Here are the pics from the excellent flies I received for the Delayed Harvest Fly Swap. All members feel free to comment on the flies. Please keep it positive.


----------



## Paymaster (Jan 16, 2017)

Paymaster's #1 Pheasant Tail Nymph


----------



## Paymaster (Jan 16, 2017)

Paymaster's #2 Glass Bead Zebra Midge


----------



## Paymaster (Jan 16, 2017)

Michael F. Sights' Berry Nymph
This picture does not do this beauty justice!


----------



## Paymaster (Jan 16, 2017)

NCHillbilly's Ugly Pink Nymph.
The name certainly does not fit. It is purdy!


----------



## Paymaster (Jan 16, 2017)

injun joe's Blue Wing Olive
Be a killer on the Hooch this time of year!!!


----------



## Paymaster (Jan 16, 2017)

EverGreen1231's Bead Head Wooly Bugger
Great pattern and a staple for every box. Great tie Brother!!


----------



## Paymaster (Jan 16, 2017)

swampstalker24's Zebra Nymph
Sweet Tie!!!!!!!!! Well done swamp!!!!!!!!


----------



## F.A.R.R. (Jan 16, 2017)

Those all look nice-more importantly they all look like they will catch fish !


----------



## EverGreen1231 (Jan 19, 2017)

All the patterns look great!

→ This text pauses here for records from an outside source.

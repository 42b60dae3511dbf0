import type {
  AnalyzeOptions,
  Analysis,
  Bounds,
  Dialect,
  Finding,
  FindingCount,
  MachineProfile,
  Severity,
  TimeBreakdown,
  ToolChange,
  Toolpath,
  ToolSummary,
  Units,
  WorkOffsetSummary,
} from "./types";
import { MotionKind, NO_TOOL, RULE_IDS } from "./types";
import { HINTS, R } from "./rules";
import {
  ARC_A0,
  ARC_CA,
  ARC_CB,
  ARC_OK,
  ARC_R,
  ARC_RADIUS_TOO_SMALL,
  ARC_REND,
  ARC_SWEEP,
  arcExtremes,
  arcFromCenter,
  arcFromRadius,
  chordCount,
} from "./arc";
import { checkPartOffsets, classifyToolOrder, compareFixtures, findParts, type CutRun } from "./parts";
import { ToolpathColumn } from "./toolpath";
import { ENGINE_VERSION } from "./version";

// Imported constants copied into module constants: a bundler or loader may turn each use of an imported binding
// into a getter call, which the hot loop should not pay.
const K_RAPID: number = MotionKind.Rapid, K_FEED: number = MotionKind.Feed, K_ARC: number = MotionKind.Arc;
const K_CYCLE_FEED: number = MotionKind.CycleFeed, K_CYCLE_RAPID: number = MotionKind.CycleRapid;
const K_MACHINE: number = MotionKind.Machine, K_JUMP: number = MotionKind.Jump;
const NO_TOOL_IDX: number = NO_TOOL;
const A_CA = ARC_CA, A_CB = ARC_CB, A_R = ARC_R, A_A0 = ARC_A0, A_SWEEP = ARC_SWEEP, A_REND = ARC_REND;

// ---- letters -------------------------------------------------------------------------------------------------
const L_A = 0, L_B = 1, L_C = 2, L_D = 3, L_F = 5, L_G = 6, L_H = 7, L_I = 8, L_J = 9, L_K = 10, L_L = 11;
const L_M = 12, L_N = 13, L_O = 14, L_P = 15, L_Q = 16, L_R = 17, L_S = 18, L_T = 19, L_X = 23, L_Y = 24, L_Z = 25;
const B_X = 1 << L_X, B_Y = 1 << L_Y, B_Z = 1 << L_Z;
const B_XYZ = B_X | B_Y | B_Z;
const B_AXES = B_XYZ | (1 << L_A) | (1 << L_B) | (1 << L_C);
const B_F = 1 << L_F, B_S = 1 << L_S, B_T = 1 << L_T, B_N = 1 << L_N, B_O = 1 << L_O;
const B_D = 1 << L_D, B_H = 1 << L_H, B_I = 1 << L_I, B_J = 1 << L_J, B_K = 1 << L_K, B_L = 1 << L_L;
const B_P = 1 << L_P, B_Q = 1 << L_Q, B_R = 1 << L_R;
const B_IJK = B_I | B_J | B_K;
const B_IJKR = B_IJK | B_R;
const B_KNOWN = B_AXES | B_D | B_F | B_H | B_I | B_J | B_K | B_L | B_N | B_O | B_P | B_Q | B_R | B_S | B_T;
const AXIS_OF_LETTER = [L_X, L_Y, L_Z];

The Blue winged olive is gonna be good on the hooch. 

Thanks for hosting, Pay.


----------



## injun joe (Jan 20, 2017)

Thanks for being a gracious host.


----------



## Michael F Sights (Jan 20, 2017)

Thanks Paymaster for setting up the swap!


----------



## Paymaster (Jan 20, 2017)

Thanks and Y'all are welcome.


----------



## swampstalker24 (Mar 7, 2017)

The ice around these parts is starting to melt and I just got some new waders in so hopefully I'll get to try some of these out here pretty soon!


----------